• **How to complete this task**:
Go over the listing below line by line and tally those containing "under". Give only the tally.

::::::

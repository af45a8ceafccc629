/**
 * Film check input: DFT readings of one coat (µm), the other tests of a run, gauges.
 * Readings outside 0 … 5000 µm are refused with their path (areas.0.1.2, readingsUm.4).
 */
import { z } from "zod";
import { MAX_PLAUSIBLE_UM } from "@/lib/film-checks/readings";

const readingUm = z
  .number({ error: "Enter the reading as a number of µm." })
  .min(0, "A thickness cannot be negative.")
  .max(MAX_PLAUSIBLE_UM, `Above ${MAX_PLAUSIBLE_UM} µm (5 mm): not a plausible film reading.`);

const specUm = z
  .number({ error: "Enter a film thickness in µm." })
  .positive("Enter a film thickness above 0 µm.")
  .max(MAX_PLAUSIBLE_UM, `Enter at most ${MAX_PLAUSIBLE_UM} µm.`)
  .nullable()
  .optional();

const common = {
  coatIndex: z.number({ error: "Choose the coat." }).int("Choose the coat.").min(0, "Choose the coat."),
  specMinUm: specUm,
  specMaxUm: specUm,
  gaugeId: z.number().int().positive("Choose a gauge.").nullable().optional(),
  notes: z.string().max(2000, "Keep notes under 2000 characters.").optional(),
};

export const filmCheckInputSchema = z.discriminatedUnion(
  "rule",
  [
    z
      .object({
        rule: z.literal("sspc-pa2"),
        ...common,
        areas: z
          .array(
            z.array(z.array(readingUm).min(1, "A spot needs readings."), { error: "Enter spots of readings." }).min(1, "An area needs spots."),
            { error: "Enter areas of spots of readings." },
          )
          .min(1, "Enter at least one area.")
          .max(200, "At most 200 areas."),
      })
      .strict(),
    z
      .object({
        rule: z.literal("iso19840"),
        ...common,
        nominalUm: specUm,
        readingsUm: z.array(readingUm, { error: "Enter a list of readings." }).min(1, "Enter at least one reading.").max(5000, "At most 5000 readings."),
      })
      .strict(),
  ],
  { error: 'Choose the rule: "sspc-pa2" or "iso19840".' },
);
export type FilmCheckInput = z.infer<typeof filmCheckInputSchema>;

const by = { notes: z.string().max(2000, "Keep notes under 2000 characters.").optional() };

export const filmTestInputSchema = z.discriminatedUnion(
  "kind",
  [
    // ASTM D5402 solvent rub: solvent, double rubs, pass/fail
    z
      .object({
        kind: z.literal("cure"),
        solvent: z.string().trim().min(1, "Name the solvent (e.g. MEK).").max(100),
        rubCount: z.number({ error: "Enter the number of double rubs." }).int("Enter a whole number of rubs.").min(1, "Enter at least 1 rub.").max(1000, "Enter at most 1000 rubs."),
        result: z.enum(["pass", "fail"], { error: "Choose pass or fail." }),
        ...by,
      })
      .strict(),
    // ASTM D3359: method A (X-cut, 0A–5A) or B (cross-cut, 0B–5B)
    z
      .object({
        kind: z.literal("adhesion"),
        method: z.enum(["A", "B"], { error: "Choose method A or B." }),
        rating: z.number({ error: "Choose the class 0–5." }).int("Choose the class 0–5.").min(0, "Choose the class 0–5.").max(5, "Choose the class 0–5."),
        ...by,
      })
      .strict(),
    z
      .object({
        kind: z.literal("appearance"),
        gloss60Gu: z.number({ error: "Enter gloss in GU." }).min(0, "Gloss cannot be negative.").max(200, "Enter at most 200 GU.").nullable().optional(),
        colourNote: z.string().max(1000, "Keep the note under 1000 characters."),
        ...by,
      })
      .strict(),
    z
      .object({
        kind: z.literal("coverage"),
        result: z.enum(["pass", "touch-up", "strip"], { error: "Choose pass, touch-up or strip." }),
        ...by,
      })
      .strict(),
  ],
  { error: "Choose the test: cure, adhesion, appearance or coverage." },
);
export type FilmTestInput = z.infer<typeof filmTestInputSchema>;

export const csvMappingSchema = z
  .object({
    readingColumn: z.string().trim().min(1, "Choose the reading column."),
    unit: z.enum(["um", "mil"], { error: "Choose µm or mil." }),
  })
  .strict();

const gaugeFields = {
  name: z.string({ error: "Name the gauge." }).trim().min(1, "Name the gauge.").max(100, "Keep the name under 100 characters."),
  gaugeType: z.enum(["type1", "type2"], { error: "Choose type 1 (magnetic pull-off) or type 2 (electronic)." }),
  serial: z.string({ error: "Enter the serial number as text." }).trim().max(100, "Keep the serial under 100 characters.").optional(),
  verifiedOn: z.string({ error: "Enter a date like 2026-12-03." }).regex(/^\d{4}-\d{2}-\d{2}$/, "Enter a date like 2026-12-03.").nullable().optional(),
  // The plant's choice: how often its procedure has each gauge verified.
  verifyIntervalMonths: z
    .number({ error: "Enter the interval as a whole number of months." })
    .int("Enter a whole number of months.")
    .min(1, "Enter at least 1 month.")
    .max(120, "Enter at most 120 months (10 years)."),
  mapping: csvMappingSchema.nullable().optional(),
};

export const gaugeInputSchema = z
  .object({ ...gaugeFields, verifyIntervalMonths: gaugeFields.verifyIntervalMonths.optional() })
  .strict();
export type GaugeInput = z.infer<typeof gaugeInputSchema>;

/** PUT /api/gauges/[id]: the fields sent change, the rest stay; `mapping: null` forgets the CSV mapping. */
export const gaugeUpdateSchema = z
  .object({
    name: gaugeFields.name.optional(),
    gaugeType: gaugeFields.gaugeType.optional(),
    serial: gaugeFields.serial,
    verifiedOn: gaugeFields.verifiedOn,
    verifyIntervalMonths: gaugeFields.verifyIntervalMonths.optional(),
    mapping: gaugeFields.mapping,
    retired: z.boolean({ error: "Send true to retire the gauge, false to bring it back." }).optional(),
  })
  .strict()
  .refine((v) => Object.keys(v).length > 0, { message: "Send at least one field to change.", path: ["body"] });
export type GaugeUpdate = z.infer<typeof gaugeUpdateSchema>;

export const trendQuerySchema = z.object({
  coatingId: z.coerce.number().int().positive("Choose a coating."),
  lineId: z.coerce.number().int().positive("Choose a line."),
});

::::::

• **Written response**:
5